- **What to work on**: From the records below, copy each line in which the string "button" occurs.

- **Task data**:
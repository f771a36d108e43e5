import type { Metadata } from "next";
import Link from "next/link";
import { ScenarioWorkbench } from "@/components/scenario/scenario-workbench";
import { PublicHead } from "@/components/shell/public-head";
import { db } from "@/db/client";
import { errorText, type ErrorCode } from "@/lib/errors";
import { getAddress } from "@/lib/server/actor";
import { openShareLinkFrom } from "@/lib/server/share";

export const metadata: Metadata = { title: "Shared scenario", robots: { index: false } };

const REFUSED: Partial<Record<ErrorCode, string>> = {
  "link.unknown": "This link leads nowhere",
  "link.expired": "This link has expired",
  "link.revoked": "This link was withdrawn",
  "limit.reached": "Too many links tried from here",
};

export default async function SharedPage({ params }: { params: Promise<{ token: string }> }) {
  const { token } = await params;
  const opened = await openShareLinkFrom(db, await getAddress(), token);
  if (!opened.ok) return <RefusedLink code={opened.code} />;
  const { title, document, revisionNumber, follows, workspaceName, label } = opened.value;
  return (
    <div className="flex min-h-dvh flex-col">
      <PublicHead>
        <Link className="button" href="/sign-in">
          Sign in
        </Link>
      </PublicHead>
      <p className="border-b border-rule bg-sheet px-5 py-2 text-ink2 max-[719px]:px-3">
        Shared by <b className="font-semibold text-ink">{workspaceName}</b>
        {label && ` as “${label}”`}: revision {revisionNumber}
        {follows === "newest" ? ", always the newest" : ", pinned"}. Play with the values; nothing you change is kept.
      </p>
      <main id="main" tabIndex={-1} className="flex grow flex-col outline-none">
        <ScenarioWorkbench initial={{ scenarioId: null, personId: null, mode: "guest", title, tags: [], base: { number: revisionNumber, document, savedAtMs: 0, authorName: workspaceName } }} />
      </main>
    </div>
  );
}

function RefusedLink({ code }: { code: ErrorCode }) {
  return (
    <div className="min-h-dvh">
      <PublicHead />
      <main id="main" className="mx-auto max-w-xl px-6 py-20">
        <h1>{REFUSED[code] ?? "This link cannot be opened"}</h1>
        <p className="mt-3 text-ink2">{errorText(code)}</p>
        <p className="mt-6 flex gap-3">
          <Link className="button" data-kind="primary" href="/">
            See what Slackwater does
          </Link>
          <Link className="button" href="/sign-in">
            Sign in
          </Link>
        </p>
      </main>
    </div>
  );
}
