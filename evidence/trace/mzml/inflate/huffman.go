package inflate

import "math/bits"

// Entries of the decoding tables. The lowest byte is what the entry consumes, extra bits included; the next the length of the code
// alone.
const (
	literalFlag = 1 << 31 // the value is in bits 16 to 23
	special     = 1 << 15 // no value: one of the next three
	subtable    = 1 << 14 // its start is in bits 16 to 30, its bits in bits 8 to 12
	endOfBlock  = 1 << 13
	invalid     = special // no such code
)

// Bits that the first table of each code decodes at once, and the entries that it needs with all its sub-tables in the worst case:
// 288 and 32 symbols with codes of at most 15 bits (computed by the program "enough" of the zlib distribution, from memory).
const (
	literalBits = 11
	offsetBits  = 8
	precodeBits = 7

	literalSize = 2342
	offsetSize  = 402
	maxBits     = 15
)

// build fills a decoding table from the code lengths of its symbols (RFC 1951, section 3.2.2). entries holds, for each symbol, its
// table entry without the lengths. It tells whether the lengths are a code: complete, or a single code of one bit, or none at all.
func build(table []uint32, tableBits int, lengths []uint8, entries *[288]uint32) bool {
	var count [maxBits + 1]int
	for _, l := range lengths {
		count[l]++
	}
	if count[0] == len(lengths) {
		clearTo(table[:1<<tableBits]) // any use of it is an error
		return true
	}
	count[0] = 0
	left, next := 1, [maxBits + 2]int{}
	for l := 1; l <= maxBits; l++ {
		if left = left<<1 - count[l]; left < 0 {
			return false
		}
		next[l+1] = next[l] + count[l]
	}
	if left > 0 {
		if count[1] != 1 || next[maxBits+1] != 1 {
			return false
		}
		clearTo(table[:1<<tableBits])
	}
	var sorted [288]uint16
	for symbol, l := range lengths {
		if l > 0 {
			sorted[next[l]] = uint16(symbol)
			next[l]++
		}
	}
	fill(table, tableBits, lengths, entries, sorted[:next[maxBits]], &count)
	return true
}

func clearTo(table []uint32) {
	for i := range table {
		table[i] = invalid
	}
}

// fill writes the entries of the symbols, which are sorted by their codes. A table for codes of up to l bits is twice that for l - 1
// bits, one after the other, with the codes of l bits put in.
func fill(table []uint32, tableBits int, lengths []uint8, entries *[288]uint32, sorted []uint16, count *[maxBits + 1]int) {
	code, i, size := 0, 0, 1
	for l := 1; l <= tableBits; l++ {
		code <<= 1
		copy(table[size:2*size], table[:size])
		size *= 2
		for range count[l] {
			table[bits.Reverse16(uint16(code))>>(16-l)] = entries[sorted[i]] + uint32(l)<<8 + uint32(l)
			code, i = code+1, i+1
		}
	}
	if i < len(sorted) {
		fillLonger(table, tableBits, code, lengths, entries, sorted[i:], count)
	}
}

// fillLonger writes the entries of codes that are longer than the table's bits into sub-tables, one for each beginning.
func fillLonger(table []uint32, tableBits, code int, lengths []uint8, entries *[288]uint32, sorted []uint16, count *[maxBits + 1]int) {
	length, end := tableBits, 1<<tableBits // what is used of the table
	start, subBits, prefix := 0, 0, -1
	for _, symbol := range sorted {
		l := int(lengths[symbol])
		code, length = code<<(l-length), l
		reversed := int(bits.Reverse16(uint16(code)) >> (16 - l))
		code++
		if p := reversed & (1<<tableBits - 1); p != prefix {
			prefix, start = p, end
			subBits = l - tableBits
			for used := count[l]; used < 1<<subBits && tableBits+subBits < maxBits; {
				subBits++
				used = used<<1 + count[tableBits+subBits]
			}
			end += 1 << subBits
			table[p] = special | subtable | uint32(start)<<16 | uint32(subBits)<<8 | uint32(tableBits)
		}
		count[l]--
		rest := l - tableBits
		e := entries[symbol] + uint32(rest)<<8 + uint32(rest)
		for i := reversed >> tableBits; i < 1<<subBits; i += 1 << rest {
			table[start+i] = e
		}
	}
}

// Entries without their lengths, by symbol.
var literalEntries, offsetEntries, precodeEntries [288]uint32

func init() {
	for i := range 256 {
		literalEntries[i] = literalFlag | uint32(i)<<16
	}
	literalEntries[256] = special | endOfBlock
	// RFC 1951, section 3.2.5.
	base, extra := 3, 0
	for i := range 28 {
		if i >= 8 && i%4 == 0 {
			extra++
		}
		literalEntries[257+i] = uint32(base)<<16 | uint32(extra)
		base += 1 << extra
	}
	literalEntries[285] = 258 << 16
	literalEntries[286], literalEntries[287] = invalid, invalid
	base, extra = 1, 0
	for i := range 30 {
		if i >= 4 && i%2 == 0 {
			extra++
		}
		offsetEntries[i] = uint32(base)<<16 | uint32(extra)
		base += 1 << extra
	}
	offsetEntries[30], offsetEntries[31] = invalid, invalid
	for i := range 19 {
		precodeEntries[i] = uint32(i) << 16
	}
}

- **Output for this task**:
        <Link className="button" href="/sign-in">
          <Link className="button" data-kind="primary" href="/">
          <Link className="button" href="/sign-in">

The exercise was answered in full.